■ **Exercise brief**: Once the line containing "self.grid, self.table, self.rows, self.desk" has been printed, stop; print every line before it exactly, starting at the top of the material below.
[Start of section]
class Columns:
    """The columns of one table being read."""

    def __init__(self, grid: Grid, table: Table, rows: Sequence[int], desk: Desk) -> None:
        self.grid, self.table, self.rows, self.desk = grid, table, rows, desk

    def place(self, column: int) -> Place:
        """The place of a header."""
        return self.grid.place(self.table.page, self.table.header_rows[0], column)

    def lanes(self, times: Sequence[int]) -> tuple[list[Lane], dict[int, str]]:
        """The columns of readings, and why each other column is none."""
        lanes: list[Lane] = []
        ignored: dict[int, str] = {}
        every = self.table.page.columns(self.table.columns, self.rows)
        for column, header, cells in zip(self.table.columns, self.table.headers, every, strict=True):
            if column in times:
                continue
            lane = Lane(column, header, tuple(cells))
            why, key = self._gas(lane)
            if key:
                _, correction, corrected = without_correction(folded(header))
                lanes.append(replace(lane, gas=key, correction=correction, corrected=corrected))
            else:
                ignored[column] = why
        return lanes, ignored

    def _gas(self, lane: Lane) -> tuple[str, str]:
        """Why a column is no reading, or the gas it reads; both empty while that is open."""
        filled = [cell for cell in dict.fromkeys(lane.cells) if not blank(cell)]
        numbers = any(is_numberlike(cell) or _suffixed(cell) for cell in filled)
        named = () if lost_letters(lane.header) else gases_in(lane.header)
        if not filled:
            return "nothing stands in it", ""
        if not numbers and not named:
            self._say_words(lane)
            return "words only", ""
        unitless = named and not units_in(lane.header) and not rate_in(lane.header) and not any(map(_suffixed, filled))
        if unitless and (signal := signal_in(lane.header) or output_in_titles(self.table)):
            return self._signal(lane, signal), ""
        if reference_oxygen(lane.header, filled):
            return "a reference oxygen, the same in every row", ""
        if named and (aside := self._aside(lane, named, len(filled))) is not None:
            return aside
        gasless = not named and lane.header and not lost_letters(lane.header)
        if gasless and (not units_in(lane.header) or other_words(lane.header)):
            return "no gas in its header", ""
        if not lane.header and self.table.page.lines and lane.column > self._last_named():
            found = f"{filled[0]!r}, right of the last header"
            asks = "Is the delimiter the decimal mark too? Export the file with another delimiter"
            self.desk.ask("cells-without-header", asks, found, (), self.place(lane.column))
            return "right of the last header", ""
        reasons = f"the header {lane.header!r}" if lane.header else f"no header, and numbers such as {filled[0]!r}"
        options = [Option("ignore", "it is no reading of a gas")]
        options += [Option(found.label) for found in all_gases() if not named or found.key in named]
        answer = self.desk.ask(
            f"column.{letters(lane.column)}.gas", "Which gas does this column read?", reasons, options,
            self.place(lane.column),
        )  # fmt: skip
        found = next((g.key for g in all_gases() if g.label == answer), "")
        return ("as answered" if answer == "ignore" else ""), found

    def _aside(self, lane: Lane, named: Sequence[str], different: int) -> tuple[str, str] | None:
        """The same of a column whose header names a gas; None where that is to be asked."""
        if rate := rate_in(lane.header):
            return f"a rate in {rate}, no concentration", ""
        if multiple := multiple_in(lane.header):
            asks = "Are these numbers multiples of the unit? Export the column without a factor, or leave it out"
            options = [Option("ignore", "leave the column out"), Option("as written", f"{multiple} is no factor")]
            key = f"column.{letters(lane.column)}.multiple"
            answer = self.desk.ask(key, asks, f"{multiple!r} in {lane.header!r}", options, self.place(lane.column))
            if answer != "as written":
                return "multiples of a unit, as answered" if answer else "", ""
        others = rivals(self.table, lane.column, named[0])
        if "" in others and different <= FLAGS and other_words(lane.header, "flags") and not units_in(lane.header):
            self._say_words(lane)
            return f"a status beside a column of {gas(named[0]).label}; it changes no reading", ""
        if len(named) > 1 or other_words(lane.header):
            return None
        statistic = statistic_in(lane.header)
        if statistic in ("lowest", "highest", "spread") and others & {"", "mean"}:
            return f"the {statistic} of each interval, beside another column of {gas(named[0]).label}", ""
        if statistic not in ("", "mean") or (statistic and "" in others):
            return None
        self.desk.say(f"{lane.name}: {gas(named[0]).label}, by its header")
        return "", named[0]

    def _signal(self, lane: Lane, signal: str) -> str:
        """Why a column of an analyzer's output is left out; empty while that is open."""
        asks = "An output is no concentration: export this column in the unit of its gas, or leave it out"
        options = [Option("ignore", "leave the column out")]
        key = f"column.{letters(lane.column)}.signal"
        answer = self.desk.ask(key, asks, f"{signal} in {lane.header!r}", options, self.place(lane.column))
        return "an analyzer's output, as answered" if answer else ""

    def _say_words(self, lane: Lane) -> None:
        """Say what a column of words holds, such as a change of port, each with its cell."""
        page, firsts, counts = self.table.page, dict[str, str](), Counter[str]()
        for row, cell in zip(self.rows, lane.cells, strict=True):
            if not blank(cell):
                text = show(cell)[:60]
                counts[text] += 1
                firsts.setdefault(text, page.address(row, lane.column))
        said = [
            f"{text!r} in {counts[text]} rows, first in {place}" if counts[text] > 1 else f"{text!r} in {place}"
            for text, place in firsts.items()
        ]
        more = f" and {len(said) - WORDS} more" if len(said) > WORDS else ""
        self.desk.say(f"{lane.name} holds {', '.join(said[:WORDS])}{more}")

    def _last_named(self) -> int:
        pairs = zip(self.table.columns, self.table.headers, strict=True)
        return max((column for column, header in pairs if header), default=-1)

    def with_units(self, lane: Lane, style: NumberStyle) -> Lane:
        """The lane with its unit: of the header, else of its cells, else asked."""
        units = [unit.unit for unit in units_in(lane.header)]
        texts = {cell for cell in lane.cells if isinstance(cell, str)}
        inside = {match[1].strip() for cell in texts if (match := _suffix(cell))}
        own = {unit.unit for text in inside for unit in units_in(text)}
        found = list(dict.fromkeys([*units, *sorted(own)]))
        if len(found) == 1:
            self.desk.say(f"{lane.name}: {found[0]}, by {'its header' if units else 'its cells'}")
        elif not found and lane.gas in ("o2", "co2") and self._like_percent(lane, style):
            found = ["%"]
            self.desk.say(f"{lane.name}: %, for its readings lie between 1 and 25 and no other unit of {lane.gas} does")
        elif len(found) != 1:
            what = f"{' and '.join(found)} in one column" if found else f"no unit in {lane.header!r}"
            options = [Option(unit) for unit in (found or _UNITS)]
            key = f"column.{letters(lane.column)}.unit"
            found = [self.desk.ask(key, "In which unit are the readings?", what, options, self.place(lane.column))]
        return self._fraction(replace(lane, unit=found[0]), style)

    def _like_percent(self, lane: Lane, style: NumberStyle) -> bool:
        values = [v for cell in lane.cells if (v := number(cell, style)) is not None and v not in sentinels()]
        middle = sorted(values)[len(values) // 2] if values else 0.0
        return 1.0 <= middle <= 25.0

    def _fraction(self, lane: Lane, style: NumberStyle) -> Lane:
        """A percentage so small everywhere that it may be a fraction is asked about."""
        each = dict.fromkeys(lane.cells)
        values = [v for cell in each if (v := number(cell, style)) is not None and v not in sentinels()]
        shown_percent = any((row, lane.column) in self.table.page.percent for row in self.rows)
        if lane.unit != "%" or lane.gas not in ("o2", "co2") or shown_percent or not values:
            return lane
        if not 0.0 < max(values) < FRACTION_BELOW:
            return lane
        options = (Option("%", f"{max(values):g} %"), Option("1", f"{max(values):g} of the gas, {max(values):.0%}"))
        key = f"column.{letters(lane.column)}.fraction"
        found = f"no reading above {max(values):g} in a column of percent"
        unit = self.desk.ask(key, "Percent, or a fraction?", found, options, self.place(lane.column))
        return replace(lane, unit=unit, why="percent, as answered" if unit == "%" else "")

    def with_basis(self, lane: Lane) -> Lane:
        """The lane with its moisture basis, by its header or asked."""
        basis = basis_of(lane.header)
        if basis:
            self.desk.say(f"{lane.name}: {basis}, by its header")
            return replace(lane, basis=basis)
        what = "both dry and wet" if basis_words_clash(lane.header) else "neither dry nor wet"
        options = (Option("dry"), Option("wet"), Option(AS_ENTERED, "the sheet Channels decides"))
        answer = self.desk.ask(
            f"column.{letters(lane.column)}.basis", "Is the reading of the dry or of the wet gas?",
            f"{lane.header!r} says {what}", options, self.place(lane.column),
        )  # fmt: skip
        return replace(lane, basis=answer)

    def uncorrected(self, lanes: Sequence[Lane], style: NumberStyle) -> tuple[list[Lane], dict[int, str]]:
        """The lanes as measured: columns already corrected and second columns of a gas go, or are asked about."""
        ignored: dict[int, str] = {}
        kept, open_ = list(lanes), list[Lane]()
        for lane in lanes:
            if lane.corrected:
                why, answer = self._corrected(lane, lanes, style)
                if why:
                    ignored[lane.column] = why
                    kept.remove(lane)
                elif not answer:
                    open_.append(lane)
        for key in dict.fromkeys(lane.gas for lane in kept):
            same = [lane for lane in kept if lane.gas == key and lane not in open_]
            if len(same) > 1:
                chosen = self._choose(same, lanes, style)
                for lane in same:
                    if lane not in chosen:
                        ignored[lane.column] = "another column of this gas is read, as answered"
                        kept.remove(lane)
        return kept, ignored

    def _corrected(self, lane: Lane, lanes: Sequence[Lane], style: NumberStyle) -> tuple[str, str]:
        """Why a column with words of correction is left out, if it is, and the answer, if it was asked and given."""
        raw = [other for other in lanes if other.gas == lane.gas and not other.corrected]
        oxygen = [other for other in lanes if other.gas == "o2" and not other.corrected]
        words = corrected_words(lane, raw[0], oxygen[0], style) if len(raw) == 1 and len(oxygen) == 1 else ""
        if words:
            return f"already corrected: {words}", ""
        found = f"{lane.header!r}" + (", and its ratio to the other column does not bear it out" if raw else "")
        options = [Option("corrected", "leave it out; readings are needed as measured"), Option("as measured")]
        key = f"column.{letters(lane.column)}.corrected"
        asks = "Is this column already corrected, to a reference oxygen or for drift?"
        answer = self.desk.ask(key, asks, found, options, self.place(lane.column))
        return ("already corrected, as answered" if answer == "corrected" else ""), answer

    def _choose(self, same: Sequence[Lane], lanes: Sequence[Lane], style: NumberStyle) -> list[Lane]:
        """Which of several columns of one gas are read: always asked, with what the numbers say."""
        facts = []
        oxygen = [lane for lane in lanes if lane.gas == "o2"]
        for lane in same:
            values = [v for cell in lane.cells if (v := number(cell, style)) is not None]
            mean = f", mean {sum(values) / len(values):.4g}" if values else ""
            ratio = [
                words
                for other in same
                if other is not lane and len(oxygen) == 1 and (words := corrected_words(lane, other, oxygen[0], style))
            ]
            facts.append(f"{lane.name}{mean}{', ' + ratio[0] if ratio else ''}")
        options = [Option(letters(lane.column), f"read {lane.name} alone") for lane in same]
        options.append(Option("all", "read each as a channel of its own"))
        asks = f"Several columns read {gas(same[0].gas).label}: which are the readings?"
        answer = self.desk.ask(
            f"gas.{same[0].gas}.columns", asks, "; ".join(facts), options, self.place(same[0].column)
        )
        return [lane for lane in same if answer in ("all", letters(lane.column))] if answer else list(same)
[End of section]
■ **The answer**:
class Columns:
    """The columns of one table being read."""

    def __init__(self, grid: Grid, table: Table, rows: Sequence[int], desk: Desk) -> None:
        self.grid, self.table, self.rows, self.desk = grid, table, rows, desk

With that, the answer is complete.